Aunque la tendencia bajista de estas compras parece haber retrocedido por el momento y "el posicionamiento aún defensivo podría apoyarles hasta finales de año, las perspectivas a medio plazo siguen siendo un reto", en opinión de Barclays.
La firma británica considera que más allá de que la economía y las commodities logren asentarse, la primera subida de tipos en Estados Unidos en casi una década, la escalada del dólar y la volatilidad relacionada con las dudas que aún planean en torno a China, marcarán la pauta en el año que comienza.
Un entorno, afirman, en el que los factores técnicos seguirán siendo catalizadores clave del comportamiento de los distintos activos. "Vemos oportunidades para largos concentrados en lugares donde las valoraciones se han ajustado y las autoridades usan la relativa estabilidad macro para crear ‘colchones’ con los que salvaguardar los fundamentales".

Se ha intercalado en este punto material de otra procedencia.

/** Sign changes on a step's dense output. */

/** Quarter points at which a step is looked at: its end included, its start not. */
export const SUBSAMPLES = [0.25, 0.5, 0.75, 1] as const;

/** Times of crossings are narrowed down to this [s]. */
export const EVENT_TIME_TOLERANCE = 1e-7;

/** A signal crosses upwards when it was below zero and is not any more, downwards the other way round. */
export function crosses(before: number, after: number): 'rises' | 'falls' | null {
  if (before < 0 && after >= 0) return 'rises';
  if (before >= 0 && after < 0) return 'falls';
  return null;
}

/** Place q of the crossing between two places of opposite sign, by halving until the bracket is narrower than the tolerance;
 *  the answer is the later end of the bracket (where the signal has crossed). `length` is the step's duration [s]. */
export function bisect(value: (q: number) => number, low: number, high: number, rising: boolean, length: number): number {
  let a = low;
  let b = high;
  while ((b - a) * length > EVENT_TIME_TOLERANCE) {
    const middle = 0.5 * (a + b);
    if (middle <= a || middle >= b) break;
    if (value(middle) >= 0 === rising) b = middle;
    else a = middle;
  }
  return b;
}
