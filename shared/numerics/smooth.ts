/** Smooth forms of sign, clamp, step, orifice and line loss, each with its derivative.
 *  Only + − × ÷ and Math.sqrt, Math.abs, so that every host gives the same bits. Forms: the reference cases' page, "Functions". */

/** Smooth sign z/√(1+z²): −1 … 1, slope 1 at zero. */
export function smoothSign(z: number): number {
  return z / Math.sqrt(1 + z * z);
}

/** d smoothSign / dz = (1+z²)^(−3/2). */
export function smoothSignSlope(z: number): number {
  const q = 1 + z * z;
  return 1 / (q * Math.sqrt(q));
}

/** Smooth larger of a and b, rounded over about e (same unit as a and b). */
export function smoothMax(a: number, b: number, e: number): number {
  const d = a - b;
  return (a + b + Math.sqrt(d * d + e * e)) / 2;
}

/** d smoothMax / da. (d/db is 1 minus this.) Needs e > 0 or a ≠ b. */
export function smoothMaxSlope(a: number, b: number, e: number): number {
  const d = a - b;
  return (1 + d / Math.sqrt(d * d + e * e)) / 2;
}

/** Smooth smaller of a and b, rounded over about e. */
export function smoothMin(a: number, b: number, e: number): number {
  const d = a - b;
  return (a + b - Math.sqrt(d * d + e * e)) / 2;
}

/** d smoothMin / da. (d/db is 1 minus this.) Needs e > 0 or a ≠ b. */
export function smoothMinSlope(a: number, b: number, e: number): number {
  const d = a - b;
  return (1 - d / Math.sqrt(d * d + e * e)) / 2;
}

/** 0 for z ≤ 0, 1 for z ≥ 1, z²(3−2z) between. */
export function smoothStep(z: number): number {
  if (z <= 0) return 0;
  if (z >= 1) return 1;
  return z * z * (3 - 2 * z);
}

/** d smoothStep / dz. */
export function smoothStepSlope(z: number): number {
  if (z <= 0 || z >= 1) return 0;
  return 6 * z * (1 - z);
}

/** Flow through an orifice [m³/s]: k·d/(d²+dt²)^¼, which is k·√|d|·sign(d) away from zero and linear inside about ±dt.
 *  k [m³/s per √Pa] = Cd·A·√(2/ρ); d pressure difference [Pa]; dt > 0 half width of the laminar zone [Pa]. */
export function orifice(k: number, d: number, dt: number): number {
  return (k * d) / Math.sqrt(Math.sqrt(d * d + dt * dt));
}

/** d (orifice/k) / dd [√Pa/Pa]: multiply by k. */
export function orificeSlope(d: number, dt: number): number {
  const r = d * d + dt * dt;
  return (1 - (0.5 * d * d) / r) / Math.sqrt(Math.sqrt(r));
}

/** Flow through a line [m³/s] from its loss law d = rl·Q + rq·Q·|Q|, solved for Q.
 *  d pressure difference [Pa]; rl ≥ 0 [Pa·s/m³]; rq ≥ 0 [Pa·s²/m⁶]; rl must be above 0 for a finite slope at d = 0. */
export function lineFlow(rl: number, rq: number, d: number): number {
  const s = rl + Math.sqrt(rl * rl + 4 * rq * Math.abs(d));
  return s > 0 ? (2 * d) / s : 0;
}

/** d lineFlow / dd = 1/√(rl² + 4·rq·|d|) [m³/s per Pa]. */
export function lineFlowSlope(rl: number, rq: number, d: number): number {
  return 1 / Math.sqrt(rl * rl + 4 * rq * Math.abs(d));
}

En concreto, apuesta por largos en dólar/zloty polaco, real brasileño, shekel israelí y yuan. Así como por deuda a corto plazo brasileña, y a largo mexicana (diez años) e india (15 años). Mientras que infrapondera bonos soberanos de Turquía y Sudáfrica, se declara más cauta en Indonesia y sugiere cambiarla por Colombia y Rusia. En el plano corporativo, recomiendan "grandes nombres de calidad": Grazprom, Lukoil y, por valoración Petrobras; las también brasileñas Marfrig y JBS; y e inmobiliario chino; y se declaran cautos en metales, mineras y banca.